Any of you have one or heard anything bad about them? A friend of mine and his dad just became dealers for them. Going on a ride soon to see what it will do.

http://copperheadmfg.com/joomla/


----------



## HALOJmpr (Feb 8, 2011)

My wife's uncle put one on an allweld 1648 and I hunted out of it twice this year.  It did great and will run about 16-17 mph with 2 guys and a gear.  Not a speed demon but at 12hp it planes off nice and runs well!


----------



## duck-dawg (Feb 8, 2011)

If I had the money to make up the difference, I would sell my longtail and put their 10hp on the back of my gheenoe. Those look like great little motors.


----------



## Core Lokt (Feb 9, 2011)

My friend (the dealer) clocked his 12hp @ 24 mph on a 15' fiberglass duck boat that he makes with 2 people in it. I don't care about the speed as much as being reliable and fuel efficient. One thing I did notice and didn't like is that at an idle it will run 4-5mph (guessing could be faster). Not sure if it can be adjusted any lower or not.


----------



## thompsonsz71 (Feb 9, 2011)

I like the looks of them.... let me know some more details ...... might put a 12 on my 15 48


----------



## Barroll (Feb 9, 2011)

Core Lokt said:


> My friend (the dealer) clocked his 12hp @ 24 mph on a 15' fiberglass duck boat that he makes with 2 people in it. I don't care about the speed as much as being reliable and fuel efficient. One thing I did notice and didn't like is that at an idle it will run 4-5mph (guessing could be faster). Not sure if it can be adjusted any lower or not.

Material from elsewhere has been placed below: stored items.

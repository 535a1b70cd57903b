"""The catalog of model families: every module in this package that defines ``FAMILY``."""

from __future__ import annotations

import importlib
import pkgutil

from shared.errors import UnknownFamily
from shared.families.base import Family

FAMILIES: dict[str, Family] = {}

for _info in sorted(pkgutil.iter_modules(__path__), key=lambda m: m.name):
    if _info.name.startswith("_") or _info.name == "base":
        continue
    _module = importlib.import_module(f"{__name__}.{_info.name}")
    _family: Family = _module.FAMILY
    FAMILIES[_family.name] = _family


def get_family(name: str) -> Family:
    """The family called ``name``; an error listing the catalog when there is none."""
    try:
        return FAMILIES[name]
    except KeyError:
        raise UnknownFamily(
            f"unknown family {name!r}; the catalog has: {', '.join(sorted(FAMILIES))}"
        ) from None


__all__ = ["FAMILIES", "Family", "get_family"]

With a small hp motor like that without a clutch you dont want something that is going to stall out at idle in vegetation or mud.  Even my 35 surface drive idles high.


----------



## GSURugger (Feb 9, 2011)

Barroll said:


> With a small hp motor like that without a clutch you dont want something that is going to stall out at idle in vegetation or mud.  Even my 35 surface drive idles high.

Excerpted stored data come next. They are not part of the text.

def recompute_flags(
    session: Session,
    sensor_type: SensorType,
    *,
    today: date | None = None,
    units: list[Unit] | None = None,
) -> list[Flag]:
    """Raise, refresh and close the flags of the units of ``sensor_type``; the open ones.

    With ``units`` (a calibration, void, event or status change of those units) only their own
    flags and due dates are recomputed (a unit's drift, as-found and due date depend on its own
    sessions alone), and the fleet comparison of the type is queued as a background job (call
    this last before the commit); a retired unit's flags all close. Without ``units``, every
    flag of the type including the fleet comparison, at once (an edit or refit of the type, the
    demo load)."""
    now = utcnow()
    only = None if units is None else {u.id for u in units}
    retired = {u.id for u in units or [] if u.status is UnitStatus.retired}
    found = {f.key: f for f in find_conditions(session, sensor_type, today, only)}
    query = select(Flag).where(Flag.open.is_(True))
    if only is None:
        query = query.join(Flag.unit).where(Unit.sensor_type_id == sensor_type.id)
    else:
        query = query.where(Flag.unit_id.in_(only))
    existing = {
        f.key: f
        for f in session.scalars(query)
        if (f.kind is not FlagKind.fleet_outlier or f.unit_id in retired)
        and f.kind is not FlagKind.reference_suspect  # kept by server.standards.suspect
    }
    # closed flags whose condition came back are opened again (their row and note are kept)
    returning = [key for key in found if key not in existing]
    if returning:
        for f in session.scalars(select(Flag).where(Flag.key.in_(returning))):
            existing[f.key] = f
    for key, gone in existing.items():
        if key not in found and gone.open:
            gone.open, gone.closed_at = False, now
    kept = []
    for key, item in found.items():
        flag = existing.get(key)
        if flag is None:
            flag = Flag(unit=item.unit, kind=item.kind, key=key, raised_at=now)
            session.add(flag)
        flag.severity, flag.message, flag.evidence = item.severity, item.message, item.evidence
        flag.open, flag.closed_at = True, None
        kept.append(flag)
    session.flush()
    kept += suspect.refresh(session, sensor_type, only)
    if units is None:
        kept += recompute_fleet(session, sensor_type)
    else:
        queue(session, sensor_type)
    return kept


def recompute_all(session: Session, *, today: date | None = None) -> None:
    """``recompute_flags`` for every sensor type."""
    for sensor_type in session.scalars(select(SensorType).order_by(SensorType.name)):
        recompute_flags(session, sensor_type, today=today)


def sweep_overdue(session: Session, *, today: date | None = None) -> int:
    """Raise the overdue flags that time alone has brought (no calibration or event since):
    units in service whose stored due date has passed without an open overdue flag, or whose
    overdue warning has become an action; their flags are recomputed. How many units. One
    query when there are none; the app runs it on start and every hour."""
    today = today or utcnow().date()
    late = list(
        session.scalars(
            select(Unit).where(
                Unit.due_on.is_not(None),
                Unit.due_on < today,
                Unit.status.in_([UnitStatus.in_stock, UnitStatus.installed]),
            )
        )
    )
    if not late:
        return 0
    flagged = {
        f.unit_id: f
        for f in session.scalars(
            select(Flag).where(
                Flag.kind == FlagKind.overdue,
                Flag.open.is_(True),
                Flag.unit_id.in_([u.id for u in late]),
            )
        )
    }
    stale: dict[int, list[Unit]] = {}
    for unit in late:
        assert unit.due_on is not None
        flag = flagged.get(unit.id)
        should_act = (today - unit.due_on).days > OVERDUE_ACTION_DAYS
        if flag is None or (should_act and flag.severity is not Severity.action):
            stale.setdefault(unit.sensor_type_id, []).append(unit)
    for sensor_type_id, units in stale.items():
        sensor_type = session.get(SensorType, sensor_type_id)
        if sensor_type is not None:
            recompute_flags(session, sensor_type, today=today, units=units)
    return sum(len(u) for u in stale.values())


def run_sweep_job(ctx: JobContext) -> None:
    """The overdue sweep's handler (queued hourly by every server process, coalesced)."""
    with ctx.factory() as s:
        job = ctx.hold(s)
        n = sweep_overdue(s)
        jobs.finish(job, f"{n} unit{'s' if n != 1 else ''} newly overdue")
        s.commit()


def queue_sweep(factory: sessionmaker[Session]) -> None:
    """Queue an overdue sweep unless one is queued already."""
    with factory() as s:
        jobs.enqueue_once(s, JobKind.overdue_sweep, "overdue_sweep", "hourly overdue sweep")
        s.commit()


def bring_due_dates_up(session: Session) -> int:
    """Recompute the types with a calibrated, unretired unit whose due date or fleet curve was
    never stored (a database upgraded from before revision 0004 or 0007); how many types.
    Cheap when there are none: one query."""
    stale = session.scalars(
        select(Unit.sensor_type_id)
        .join(Unit.sessions)
        .join(CalibrationSession.fits)
        .where(
            or_(Unit.due_on.is_(None), Unit.fleet_fit_id.is_(None)),
            Unit.status != UnitStatus.retired,
            CalibrationSession.voided_at.is_(None),
            FitRecord.is_current.is_(True),
        )
        .distinct()
    ).all()
    for sensor_type_id in stale:
        sensor_type = session.get(SensorType, sensor_type_id)
        if sensor_type is not None:
            recompute_flags(session, sensor_type)
    return len(stale)


# -- reading and acknowledging ---------------------------------------------------------------------


def _filtered(
    kind: FlagKind | None,
    sensor_type: str | None,
    open_: bool | None,
    acknowledged: bool | None,
    unit: Unit | None = None,
) -> Select[Any]:
    query = select(Flag).join(Flag.unit)
    if kind is not None:
        query = query.where(Flag.kind == kind)
    if sensor_type:
        query = query.join(Unit.sensor_type).where(SensorType.name == sensor_type)
    if open_ is not None:
        query = query.where(Flag.open.is_(open_))
    if acknowledged is not None:
        query = query.where(
            Flag.acknowledged_at.is_not(None) if acknowledged else Flag.acknowledged_at.is_(None)
        )
    if unit is not None:
        query = query.where(Flag.unit_id == unit.id)
    return query


ORDER = (Flag.open.desc(), Flag.raised_at.desc(), Flag.id.desc())


def list_flags(
    session: Session,
    page: PageParams,
    *,
    kind: FlagKind | None = None,
    sensor_type: str | None = None,
    open_: bool | None = None,
    acknowledged: bool | None = None,
) -> tuple[list[Flag], int]:
    """Flags, open ones first, newest first within."""
    query = _filtered(kind, sensor_type, open_, acknowledged)
    return paged(session, query.options(selectinload(Flag.unit)).order_by(*ORDER), page)


def flags_of(unit: Unit) -> list[Flag]:
    """The unit's flags, open first."""
    session = object_session(unit)
    if session is None:
        return []
    return list(session.scalars(_filtered(None, None, None, None, unit).order_by(*ORDER)))


def count_needing_attention(session: Session) -> int:
    """Open action-level flags nobody has acknowledged: the number beside "Needs attention" (every
    page). Warnings (e.g. a fleet |z| between 2 and 3, which some healthy units show by chance)
    are listed on the page under their own heading, not counted here."""
    query = select(func.count(Flag.id)).where(
        Flag.open.is_(True), Flag.acknowledged_at.is_(None), Flag.severity == Severity.action
    )
    return session.scalar(query) or 0


def open_kinds_by_unit(session: Session, unit_ids: list[int]) -> dict[int, list[OpenBadge]]:
    """Open flags of these units, by unit id (the fleet page's badges): only the columns a badge
    shows, as rows, not whole flags."""
    out: dict[int, list[OpenBadge]] = {}
    if not unit_ids:
        return out
    for row in session.execute(
        select(
            Flag.unit_id,
            Flag.id,
            Flag.kind,
            Flag.severity,
            Flag.acknowledged_at,
            Flag.message,
        )
        .where(Flag.unit_id.in_(unit_ids), Flag.open.is_(True))
        .order_by(Flag.kind, Flag.id)
    ):
        out.setdefault(row.unit_id, []).append(
            OpenBadge(row.id, row.kind, row.severity, row.acknowledged_at, row.message)
        )
    return out


def get_flag(session: Session, flag_id: int) -> Flag:
    flag = session.get(Flag, flag_id)
    if flag is None:
        raise NotFound(f"flag {flag_id} not found")
    return flag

should be able to adjust the idle.  i keep my hyperdrive idleing around 800-900 rpm for open water/clean water, and will turn it up to around 1200 for thick stuff


----------



## vrooom (Feb 9, 2011)

A 12 hp going 24?
I don't even think an outboard would hit that.


----------



## CraigM (Feb 9, 2011)

vrooom said:


> A 12 hp going 24?
> I don't even think an outboard would hit that.

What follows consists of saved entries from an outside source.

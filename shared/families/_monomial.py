"""Shared machinery of the families that are polynomials in the reading (line, polynomial).

The least-squares problem is solved in a centred and scaled variable x = (r - c) / h, where the
Vandermonde columns are far better conditioned than in raw r; the coefficients and their covariance
are then mapped exactly (a linear map) to the raw monomial coefficients that firmware needs.
"""

from __future__ import annotations

from math import comb
from typing import Any

import numpy as np

from shared.families.base import Array, Options, Solution, weighted_lstsq


def centre_and_scale(reading: Array, through_zero: bool) -> tuple[float, float]:
    """The centre c and half-width h of the scaled variable (c = 0 when the curve must pass 0)."""
    lo, hi = float(reading.min()), float(reading.max())
    if through_zero:
        return 0.0, max(abs(lo), abs(hi)) or 1.0
    return (lo + hi) / 2.0, ((hi - lo) / 2.0) or 1.0


def to_raw(degree: int, centre: float, half: float, powers: list[int]) -> Array:
    """Matrix T with a_raw = T b_scaled, for the monomial powers used in the scaled fit."""
    t = np.zeros((degree + 1, len(powers)))
    for col, k in enumerate(powers):
        for j in range(k + 1):
            t[j, col] = comb(k, j) * (-centre) ** (k - j) / half**k
    return t


class MonomialFamily:
    """value = c0 + c1 r + ... + cd r^d (c0 absent when through_zero)."""

    foldback = False

    def __init__(self, name: str, formula: str, typical: str, options: dict[str, Any]) -> None:
        self.name = name
        self.formula = formula
        self.typical = typical
        self.options = options

    def degree(self, options: Options) -> int:
        return int(options.get("degree", 1))

    def powers(self, options: Options) -> list[int]:
        start = 1 if options.get("through_zero", False) else 0
        return list(range(start, self.degree(options) + 1))

    def param_names(self, options: Options) -> tuple[str, ...]:
        return tuple(f"c{k}" for k in self.powers(options))

    def evaluate(self, params: Array, reading: Array, options: Options) -> Array:
        coef = np.zeros(self.degree(options) + 1)
        coef[self.powers(options)] = params
        return np.asarray(np.polynomial.polynomial.polyval(reading, coef), dtype=np.float64)

    def jacobian(self, params: Array, reading: Array, options: Options) -> Array:
        return np.stack([reading**k for k in self.powers(options)], axis=-1)

    def solve(self, reading: Array, value: Array, weight: Array, options: Options) -> Solution:
        powers = self.powers(options)
        centre, half = centre_and_scale(reading, bool(options.get("through_zero", False)))
        x = (reading - centre) / half
        design = np.stack([x**k for k in powers], axis=-1)
        coef, cov = weighted_lstsq(design, value, weight)
        t = to_raw(self.degree(options), centre, half, powers)[powers, :]
        return Solution(params=t @ coef, cov_unscaled=t @ cov @ t.T)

a 20hp 4 stroke wouldn't hit that on my 16x52


----------



## Barroll (Feb 9, 2011)

GSURugger said:


> should be able to adjust the idle.  i keep my hyperdrive idleing around 800-900 rpm for open water/clean water, and will turn it up to around 1200 for thick stuff



I let mine idle around 1100.  I dont have any problems with it stalling out.  Im pretty much always in veg or shallow mud so i just leave it high.


----------



## LipRip'r (Feb 9, 2011)

Core Lokt said:


> Any of you have one or heard anything bad about them? A friend of mine and his dad just became dealers for them. Going on a ride soon to see what it will do.
> 
> http://copperheadmfg.com/joomla/



Where is their dealership located?


----------



## LipRip'r (Feb 9, 2011)

thompsonsz71 said:


> I like the looks of them.... let me know some more details ...... might put a 12 on my 15 48



thats what I was thinking too...


----------



## Core Lokt (Feb 9, 2011)

vrooom said:


> A 12 hp going 24?
> I don't even think an outboard would hit that.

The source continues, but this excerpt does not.